The implementation varies between language and compiler of course, but typically for C it's something like the following. Note that strings are essentially syntactical sugar for char arrays (char[]) in C.
1.
string myString = "foo";
Allocate 3 bytes of memory for the array and set the value of the 1st byte to 'f' (its ASCII code rather), the 2nd byte to 'o', the 2rd byte to 'o'.
2.
foo += "bar";
Read existing string (char array) from memory pointed to by foo.
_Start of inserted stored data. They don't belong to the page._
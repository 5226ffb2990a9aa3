/**
 * Preferred values of IEC 60063:2015, "Preferred number series for resistors and capacitors":
 * the E6, E12 and E24 series, one decade each (1.0 … 9.1), and the search for the next preferred
 * value, used by the inrush-resistor fix.
 *
 * The tables are the standard's published values, written from memory (they are printed on every
 * resistor colour-code chart); the tests also check the derivable rule behind them.
 */

/** IEC 60063:2015 E6 (±20 %), from memory. */
export const E6: readonly number[] = [1.0, 1.5, 2.2, 3.3, 4.7, 6.8];

/** IEC 60063:2015 E12 (±10 %), from memory. */
export const E12: readonly number[] = [1.0, 1.2, 1.5, 1.8, 2.2, 2.7, 3.3, 3.9, 4.7, 5.6, 6.8, 8.2];

/** IEC 60063:2015 E24 (±5 %), from memory. */
export const E24: readonly number[] = [
  1.0, 1.1, 1.2, 1.3, 1.5, 1.6, 1.8, 2.0, 2.2, 2.4, 2.7, 3.0,
  3.3, 3.6, 3.9, 4.3, 4.7, 5.1, 5.6, 6.2, 6.8, 7.5, 8.2, 9.1,
];

export type ESeriesName = 'E6' | 'E12' | 'E24';

/** The decade table of a series. */
export const E_SERIES: Readonly<Record<ESeriesName, readonly number[]>> = { E6, E12, E24 };

/** The citation shown beside a value taken from these tables. */
export const E_SERIES_SOURCE = 'IEC 60063:2015, Preferred number series for resistors and capacitors';

export type RoundDirection = 'up' | 'down' | 'nearest';

/**
 * The preferred value of `series` next to `value`: the smallest one at or above it (`up`, for a
 * minimum resistance), the largest at or below it (`down`), or the nearest on a logarithmic scale
 * (`nearest`, ties going up). A value already on the series is returned as is. Undefined for a
 * value that is not a positive finite number.
 */
export function nextPreferredValue(value: number, series: ESeriesName, direction: RoundDirection): number | undefined {
  if (!(value > 0) || !Number.isFinite(value)) return undefined;
  const table = E_SERIES[series];
  const exponent = Math.floor(Math.log10(value));
  // Candidates from the decade below to the decade above cover every rounding edge (e.g. 9.5
  // rounds up to 10, the first value of the next decade).
  const candidates = [exponent - 1, exponent, exponent + 1].flatMap((e) => table.map((m) => scale(m, e)));
  const tol = value * 1e-9;
  if (direction === 'up') return candidates.find((c) => c >= value - tol);
  if (direction === 'down') return [...candidates].reverse().find((c) => c <= value + tol);
  const up = candidates.find((c) => c >= value - tol)!;
  const down = [...candidates].reverse().find((c) => c <= value + tol)!;
  return Math.log(up / value) <= Math.log(value / down) ? up : down;
}

/** m·10^e without the binary noise of a product such as 4.7·100 = 470.00000000000006. */
function scale(mantissa: number, exponent: number): number {
  return Number((mantissa * 10 ** exponent).toPrecision(3));
}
Allocate 6 bytes of memory, fill the first 3 bytes with the read contents of foo, and the next 3 bytes with b, a, and r.
3.
print(foo)
Read the string foo now points to from memory, and print it to the screen.
This is a pretty rough overview, but hopefully should give you the general idea.
Side note: In some languages/compuilers, char != byte - for example, C#, where strings are stored in Unicode format by default, and notably the length of the string is also stored in memory. C++ typically uses null-terminated strings, which solves the problem in another way, though it means determining its length is O(n) rather than O(1).
Its very language dependent. However, in most cases strings are immutable, so doing that is going to allocate a new string and release the old one's memory.
I'm assuming a typo in your sample and that there is only one variable called either foo or myString, not two variables?
I'd say that it'll depend a lot on what compiler you're using. In .Net strings are immutable so when you add "bar" you're not actually adding it but rather creating a new string containing "foobar" and telling it to put that in your variable.
In other languages it will work differently.